From the first line of the data below, repeat each line exactly until you reach the line with "async function answerOf<T>(response: Response): Promise<T>"; include that line too.

______

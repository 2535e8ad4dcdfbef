import { useEffect, useId, useMemo, useState } from 'react';
import SortableHeader from './SortableHeader';
import { QueryClient, QueryClientProvider, keepPreviousData, useMutation, useQuery, useQueryClient } from '@tanstack/react-query';
import {
  createColumnHelper, flexRender, getCoreRowModel, useReactTable,
  type RowSelectionState, type SortingState,
} from '@tanstack/react-table';
import type { BulkAnswer, BulkInput, StudioWorkRow, StudioWorksList, WorkSort } from '~/lib/studio-schemas';

type Props = { initial: StudioWorksList };
type StatusFilter = 'all' | 'draft' | 'published';
interface ListParams { sort: WorkSort; dir: 'asc' | 'desc'; status: StatusFilter; series: string; q: string }

const DEFAULT_PARAMS: ListParams = { sort: 'updated', dir: 'desc', status: 'all', series: '', q: '' };

async function answerOf<T>(response: Response): Promise<T> {
  const body = await response.json().catch(() => null);
  if (!response.ok) throw new Error(body?.error?.message ?? `The Studio could not answer (${response.status}).`);
  return body as T;
}

async function fetchWorks(params: ListParams): Promise<StudioWorksList> {
  const search = new URLSearchParams();
  for (const [key, value] of Object.entries(params)) if (value !== '') search.set(key, value);
  return answerOf(await fetch(`/api/studio/works?${search}`, { headers: { Accept: 'application/json' } }));
}

async function postBulk(input: BulkInput): Promise<BulkAnswer> {
  return answerOf(
    await fetch('/api/studio/works/bulk', { method: 'POST', headers: { 'Content-Type': 'application/json' }, body: JSON.stringify(input) }),
  );
}

function useDebounced<T>(value: T, ms: number): T {
  const [settled, setSettled] = useState(value);
  useEffect(() => {
    const timer = setTimeout(() => setSettled(value), ms);
    return () => clearTimeout(timer);
  }, [value, ms]);
  return settled;
}

// Dates are shown in UTC so the server-rendered table and the hydrated one agree.
const dateFormat = new Intl.DateTimeFormat('en-GB', { day: 'numeric', month: 'short', year: 'numeric', timeZone: 'UTC' });

/** The Studio's list of works: sortable, filterable, with bulk publish, unpublish and series moves. */
export default function StudioWorksTable({ initial }: Props) {
  const [client] = useState(() => new QueryClient({ defaultOptions: { queries: { retry: 1, refetchOnWindowFocus: false, staleTime: 10_000 } } }));
  return (
    <QueryClientProvider client={client}>
      <WorksTable initial={initial} />
    </QueryClientProvider>
  );
}

const column = createColumnHelper<StudioWorkRow>();

function WorksTable({ initial }: Props) {
  const id = useId();
  const queryClient = useQueryClient();
  const [sorting, setSorting] = useState<SortingState>([{ id: 'updated', desc: true }]);
  const [status, setStatus] = useState<StatusFilter>('all');
  const [series, setSeries] = useState('');
  const [text, setText] = useState('');
  const q = useDebounced(text.trim(), 250);
  const [rowSelection, setRowSelection] = useState<RowSelectionState>({});
  const [target, setTarget] = useState('');
  const [answer, setAnswer] = useState<BulkAnswer | null>(null);

  const params: ListParams = {
    sort: (sorting[0]?.id ?? 'updated') as WorkSort,
    dir: sorting[0]?.desc === false ? 'asc' : 'desc',
    status,
    series,
    q,
  };
  const isDefault = JSON.stringify(params) === JSON.stringify(DEFAULT_PARAMS);
  const works = useQuery({
    queryKey: ['studio-works', params],
    queryFn: () => fetchWorks(params),
    initialData: isDefault ? initial : undefined,
    placeholderData: keepPreviousData,
  });
  const rows = works.data?.works ?? [];
  const seriesList = works.data?.series ?? initial.series;

  const bulk = useMutation({
    mutationFn: postBulk,
    onSuccess: async (result) => {
      setAnswer(result);
      setRowSelection({});
      await queryClient.invalidateQueries({ queryKey: ['studio-works'] });
    },
  });

  const columns = useMemo(
    () => [
      column.display({
        id: 'select',
        header: ({ table }) => (
          <input
            type="checkbox"
            aria-label="Select every work shown"
            checked={table.getIsAllRowsSelected()}
            ref={(el) => { if (el) el.indeterminate = table.getIsSomeRowsSelected(); }}
            onChange={table.getToggleAllRowsSelectedHandler()}
            className="accent-[rgb(var(--ember))]"
          />
        ),
        cell: ({ row }) => (
          <input
            type="checkbox"
            aria-label={`Select “${row.original.title}”`}
            checked={row.getIsSelected()}
            onChange={row.getToggleSelectedHandler()}
            className="accent-[rgb(var(--ember))]"
          />
        ),
      }),
      column.display({
        id: 'thumb',
        header: () => <span className="sr-only">Picture</span>,
        cell: ({ row }) => {
          const t = row.original.thumb;
          return (
            <img src={t.src} alt="" width={t.width} height={t.height} loading="lazy" className="h-12 w-16 bg-mat object-contain" />
          );
        },
      }),
      column.accessor('title', {
        header: 'Title',
        cell: ({ row }) => (
          <span>
            <a href={`/studio/works/${row.original.id}`} className="font-medium no-underline hover:text-ember">{row.original.title}</a>
            {!row.original.hasAltText && <span className="block text-xs text-ember">No alt text yet</span>}
          </span>
        ),
      }),
      column.accessor('status', {
        header: 'Status',
        cell: ({ getValue }) => (
          <span className={`rounded-full border px-2 py-0.5 text-xs ${getValue() === 'published' ? 'border-ink text-ink' : 'border-rule text-ink-soft'}`}>
            {getValue() === 'published' ? 'Published' : 'Draft'}
          </span>
        ),
      }),
      column.accessor((r) => r.series?.title ?? '', { id: 'series', header: 'Series', cell: ({ getValue }) => getValue() || <span className="text-ink-soft">—</span> }),
      column.accessor('offers', { header: 'Print offers', cell: ({ getValue }) => <span className="tabular-nums">{getValue()}</span> }),
      column.accessor('sales', { header: 'Sales', cell: ({ getValue }) => <span className="tabular-nums">{getValue()}</span> }),
      column.accessor('updatedAt', {
        id: 'updated',
        header: 'Updated',
        cell: ({ getValue }) => <time dateTime={getValue()} className="whitespace-nowrap">{dateFormat.format(new Date(getValue()))}</time>,
      }),
    ],
    [],
  );

  const table = useReactTable({
    data: rows,
    columns,
    state: { sorting, rowSelection },
    getRowId: (row) => String(row.id),
    onSortingChange: (updater) => {
      setSorting(updater);
    },
    onRowSelectionChange: setRowSelection,
    getCoreRowModel: getCoreRowModel(),
    manualSorting: true,
    enableMultiSort: false,
    enableSortingRemoval: false,
    sortDescFirst: false,
  });
  const selected = table.getSelectedRowModel().rows.map((r) => r.original);

  function run(action: BulkInput['action']) {
    if (!selected.length) return;
    setAnswer(null);
    const input: BulkInput = { ids: selected.map((w) => w.id), action };
    if (action === 'assign-series') input.seriesId = target === 'none' ? null : Number(target);
    bulk.mutate(input);
  }

  const failed = answer?.results.filter((r) => !r.ok) ?? [];
  return (
    <div className="space-y-5" data-testid="studio-works">
      <div className="flex flex-wrap items-end gap-3">
        <label className="min-w-[14rem] flex-1">
          <span className="eyebrow mb-1 block">Find</span>
          <input
            type="search"
            className="field"
            value={text}
            onChange={(e) => setText(e.target.value)}
            placeholder="Title, caption or keyword"
          />
        </label>
        <label>
          <span className="eyebrow mb-1 block">Status</span>
          <select className="field w-auto" value={status} onChange={(e) => setStatus(e.target.value as StatusFilter)}>
            <option value="all">All works</option>
            <option value="draft">Drafts</option>
            <option value="published">Published</option>
          </select>
        </label>
        <label>
          <span className="eyebrow mb-1 block">Series</span>
          <select className="field w-auto" value={series} onChange={(e) => setSeries(e.target.value)}>
            <option value="">Any series</option>
            <option value="none">Outside any series</option>
            {seriesList.map((s) => <option key={s.id} value={s.id}>{s.title}</option>)}
          </select>
        </label>
      </div>

      <div
        className="flex flex-wrap items-center gap-3 rounded-sm border border-rule bg-paper-raised px-4 py-3 text-sm"
        role="group"
        aria-label="With the selected works"
      >
        <span className="min-w-[7rem] text-ink-soft" aria-live="polite">{selected.length ? `${selected.length} selected` : 'None selected'}</span>
        <button type="button" className="btn-primary" disabled={!selected.length || bulk.isPending} onClick={() => run('publish')}>Publish</button>
        <button type="button" className="btn-quiet" disabled={!selected.length || bulk.isPending} onClick={() => run('unpublish')}>Return to draft</button>
        <span className="flex items-center gap-2">
          <label htmlFor={`${id}-target`} className="text-ink-soft">Move to</label>
          <select id={`${id}-target`} className="field w-auto py-1.5" value={target} onChange={(e) => setTarget(e.target.value)}>
            <option value="">Choose a series…</option>
            {seriesList.map((s) => <option key={s.id} value={s.id}>{s.title}</option>)}
            <option value="none">No series</option>
          </select>
          <button type="button" className="btn-quiet" disabled={!selected.length || !target || bulk.isPending} onClick={() => run('assign-series')}>Move</button>
        </span>
      </div>

      {(answer || bulk.isError) && (
        <div role="status" className={`rounded-sm border p-4 text-sm ${failed.length || bulk.isError ? 'border-ember' : 'border-rule'}`} data-testid="bulk-answer">
          {bulk.isError ? <p>{bulk.error.message}</p> : <p className="font-medium">{answer!.summary}.</p>}
          {failed.length > 0 && (
            <ul className="mt-2 list-disc space-y-1 pl-5 text-ink-soft">
              {failed.map((r) => (
                <li key={r.id}>
                  {r.title ? <a href={`/studio/works/${r.id}`} className="text-ink">{r.title}</a> : `Work ${r.id}`}: {r.message}
                </li>
              ))}
            </ul>
          )}
        </div>
      )}

      {works.isError ? (
        <div role="alert" className="rounded-sm border border-ember p-4 text-sm">
          <p>{works.error.message}</p>
          <button type="button" className="btn-quiet mt-3" onClick={() => works.refetch()}>Try again</button>
        </div>
      ) : (
        <div className={`overflow-x-auto ${works.isFetching ? 'opacity-70 transition-opacity' : ''}`} aria-busy={works.isFetching}>
          <table className="w-full border-collapse text-sm">
            <thead>
              {table.getHeaderGroups().map((group) => (
                <tr key={group.id} className="border-b border-rule text-left">
                  {group.headers.map((header) => (
                    <SortableHeader key={header.id} header={header} sortable={header.column.getCanSort() && header.column.id !== 'select' && header.column.id !== 'thumb'} />
                  ))}
                </tr>
              ))}
            </thead>
            <tbody>
              {table.getRowModel().rows.map((row) => (
                <tr key={row.id} className={`border-b border-rule ${row.getIsSelected() ? 'bg-paper-raised' : ''}`} data-testid="work-row">
                  {row.getVisibleCells().map((cell) => (
                    <td key={cell.id} className="px-2 py-2 align-middle">{flexRender(cell.column.columnDef.cell, cell.getContext())}</td>
                  ))}
                </tr>
              ))}
            </tbody>
          </table>
          {rows.length === 0 && !works.isFetching && (
            <p className="py-10 text-center text-ink-soft">{isDefault ? 'No works yet.' : 'No works match these filters.'}</p>
          )}
        </div>
      )}
    </div>
  );
}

______

**Result below**
repository 2535e8ad4dcdfbef
import { useEffect, useId, useMemo, useState } from 'react';
import SortableHeader from './SortableHeader';
import { QueryClient, QueryClientProvider, keepPreviousData, useMutation, useQuery, useQueryClient } from '@tanstack/react-query';
import {
  createColumnHelper, flexRender, getCoreRowModel, useReactTable,
  type RowSelectionState, type SortingState,
} from '@tanstack/react-table';
import type { BulkAnswer, BulkInput, StudioWorkRow, StudioWorksList, WorkSort } from '~/lib/studio-schemas';

type Props = { initial: StudioWorksList };
type StatusFilter = 'all' | 'draft' | 'published';
interface ListParams { sort: WorkSort; dir: 'asc' | 'desc'; status: StatusFilter; series: string; q: string }

const DEFAULT_PARAMS: ListParams = { sort: 'updated', dir: 'desc', status: 'all', series: '', q: '' };

async function answerOf<T>(response: Response): Promise<T> {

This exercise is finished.